I am writing this, having just returned from the Illumina Scientific Summit (ISS) in Berlin. I don’t know about the rest of the attendees, but I had a brilliant time and learned a lot but also feel very tired. Looking for proverbs to tie into the previous blog post, I was struck by the large number of health-related proverbs and this one is quite appropriate today: “Eat well, drink in moderation, and sleep sound, in these three good health abound.” I think we all ate well, as the food was very good... not sure about the other two though.
This post will focus on the other two sessions that took place during the ISS in Berlin: Genetic Disease and Translational Genomics. Again, some recurrent themes ran through as a number of speakers brought up the prioritization of genes and variants when sequencing. Peter Robinson from the Charite in Berlin spoke about how to limit the list of candidates, as just using predicted variant pathogenicity will not be enough. Peter discussed some of the software tools they and others are developing to address these needs, such as Exomizer and human phenotype ontology. The issue of prioritization also came up in the talk from Philip Rosenstiel (IKMB Kiel). What I found really interesting was not only the amount of exome data presented, but how it linked back to the Microbiology session that I mentioned from the previous day. Dr. Rosenstiel's talk was about the uncurabe Crohn’s disease, and how there has been a sharp rise in incidence, and a large number of associated loci identified. One of the key challenges is understanding the link between host genetics and microbial flora. Dr. Rosenstiel provided some interesting evidence that while the metagenome clearly influences our health, our genome may very well impact the health of our metagenome.

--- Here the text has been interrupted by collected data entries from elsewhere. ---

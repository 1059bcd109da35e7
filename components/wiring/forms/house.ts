import type { Group } from '../spec';

export const houseGroups: Group[] = [
  {
    specs: [
      { as: 'text', path: 'name', label: 'Name' },
      {
        as: 'text',
        path: 'zone',
        label: 'Time zone',
        hint: 'By its IANA name, such as Europe/London. Seasons, hours and nights go by it.',
      },
    ],
  },
  {
    title: 'Place',
    note: 'For sunrise and sunset, and for the density of the air.',
    columns: 3,
    specs: [
      { as: 'number', path: 'latitude', label: 'Latitude, north', quantity: 'number', unit: '°' },
      {
        as: 'number',
        path: 'longitude',
        label: 'Longitude, east',
        quantity: 'number',
        unit: '°',
        hint: 'West is minus.',
      },
      { as: 'number', path: 'altitude', label: 'Altitude', quantity: 'number', unit: 'm' },
    ],
  },
  {
    title: 'Frost',
    note: 'Under the limit every channel that is marked to help runs, out of season and through its rest. Under the alarm somebody is woken.',
    specs: [
      {
        as: 'number',
        path: 'frostLimit',
        label: 'Act below',
        quantity: 'temperature',
        empty: 'null',
        hint: 'Empty: no frost help.',
      },
      {
        as: 'number',
        path: 'frostAlarm',
        label: 'Wake somebody below',
        quantity: 'temperature',
        empty: 'null',
        hint: 'Empty: no frost alarm.',
      },
    ],
  },
  {
    title: 'Thermostat of last resort',
    note: 'One that switches a heater without any software, set under the lowest band. Empty: there is none.',
    nullUnless: { path: 'lastResort', unless: 'lastResort.below' },
    specs: [
      { as: 'number', path: 'lastResort.below', label: 'Set to', quantity: 'temperature', empty: 'null' },
      {
        as: 'text',
        path: 'lastResort.provedOn',
        label: 'Somebody saw it work on',
        empty: 'null',
        hint: 'Turn it up until the heater comes on, then back. As 2026-10-01.',
      },
    ],
  },
];
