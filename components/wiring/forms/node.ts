import type { FieldNode } from '@/lib/schema/yard-view';
import { NODE_WORDS } from '@/lib/wording/wiring-parts';
import type { Group } from '../spec';
import { modbusGroups, mqttGroups } from './bus';
import { named } from './options';

/** @param node null: a new one, of which the kind is asked too; it stays what it is */
export function nodeGroups(node: FieldNode | null): Group[] {
  const own: Group = {
    specs: [
      {
        as: 'text',
        path: 'key',
        label: 'Name of the node',
        hint: 'Short, as on its lid: LH-1. Letters, digits, dot, dash.',
      },
      ...(node === null
        ? ([{ as: 'choice', path: 'kind', label: 'What it does', options: named(NODE_WORDS) }] as const)
        : []),
      {
        as: 'number',
        path: 'reportEvery',
        label: 'Reports every',
        quantity: 'seconds',
        hint: 'A point that is silent for three of these is not trusted.',
      },
      {
        as: 'number',
        path: 'channels',
        label: 'Relays on its board',
        quantity: 'whole',
        hint: 'None for a node that only measures: 0.',
      },
    ],
  };
  if (node === null) {
    const when = (is: string) => (group: Group) => ({ ...group, when: { path: 'kind', is } });
    return [own, ...modbusGroups().map(when('modbus')), ...mqttGroups(false).map(when('mqtt'))];
  }
  if (node.kind === 'modbus') return [own, ...modbusGroups()];
  return node.kind === 'mqtt' ? [own, ...mqttGroups(node.mqtt?.hasPassword === true)] : [own];
}
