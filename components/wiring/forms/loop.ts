import type { Group } from '../spec';
import { channelOptions, pointOptions, sourceOptions, type Yard } from './options';

export function loopGroups(yard: Yard): Group[] {
  return [
    {
      specs: [
        { as: 'text', path: 'name', label: 'Name' },
        { as: 'choice', path: 'source', label: 'Through', options: sourceOptions(yard.sources) },
        { as: 'choice', path: 'channel', label: 'Blown by', options: channelOptions(yard.channels) },
        {
          as: 'choice',
          path: 'intake',
          label: 'Air going in is measured at',
          options: pointOptions(yard.points, ['loop-intake', 'house-air']),
        },
        {
          as: 'choice',
          path: 'return',
          label: 'Air coming back is measured at',
          options: pointOptions(yard.points, ['loop-return']),
        },
      ],
    },
  ];
}

export function interlockGroups(yard: Yard): Group[] {
  return [
    {
      specs: [
        { as: 'choice', path: 'channel', label: 'Channel', options: channelOptions(yard.channels) },
        {
          as: 'choice',
          path: 'kind',
          label: 'How it depends',
          options: [
            { value: 'never-with', label: 'never runs with' },
            { value: 'needs', label: 'runs only while there runs' },
          ],
        },
        { as: 'choice', path: 'other', label: 'Other channel', options: channelOptions(yard.channels) },
        {
          as: 'number',
          path: 'delay',
          label: 'Wait between the two',
          quantity: 'seconds',
          hint: 'For a motor to come to rest, or a damper to open.',
        },
        { as: 'check', path: 'frostMayBreak', label: 'Frost may break it' },
      ],
    },
  ];
}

There is still so much of our genome that remains to be found. The ENCODE project was set up to find all the functional elements in the genome, and Ian Dunham from the EBI highlighted the sheer scale and potential follow-up experiments of this project. The project was performed by 11 groups, from 50 labs, and had 30 lead principal investigators who generated more than 5 terabases of data within 16,000 files. By segmenting the genome into regions with similar signal over a number of assays, they established that there are 7 major flavours of the genome. A lot of further analysis is ongoing, but a very interesting area is the interaction and the integration of the ENCODE data with all known GWAS project results.
In the Translational Genomics session, Richard Sinke from the University Medical Centre Groningen spoke about targeted panels for the MiSeq that are used in the offering of diagnostics tests. The panels performed very well in their hands without false positives and false negatives, but Dr. Sinke highlighted that the major bottleneck is data analysis, which was echoed by Elia Stupka (San Raffaele Research Hospital in Milan). Elia mentioned that in his group, the ratio of time spent in dry lab to wet lab is 3:1, and that interdisciplinary communication is key. Carsten Bergmann from Bioscientia gave a fascinating talk on spoke on ciliopathies. First described in 1898, cilia were largely ignored. However, there are a large number of syndromes linked to ciliopathies such as Bardet-Biedl and Joubert syndrome. It can be a real challenge to tell the different ciliopathies apart, and diseases like polycystic kidney disease really paved the way for studies of ciliopathies.
A big thank you to all presenters for a great lineup of talks, and to all the delegates who attended the scientific summit!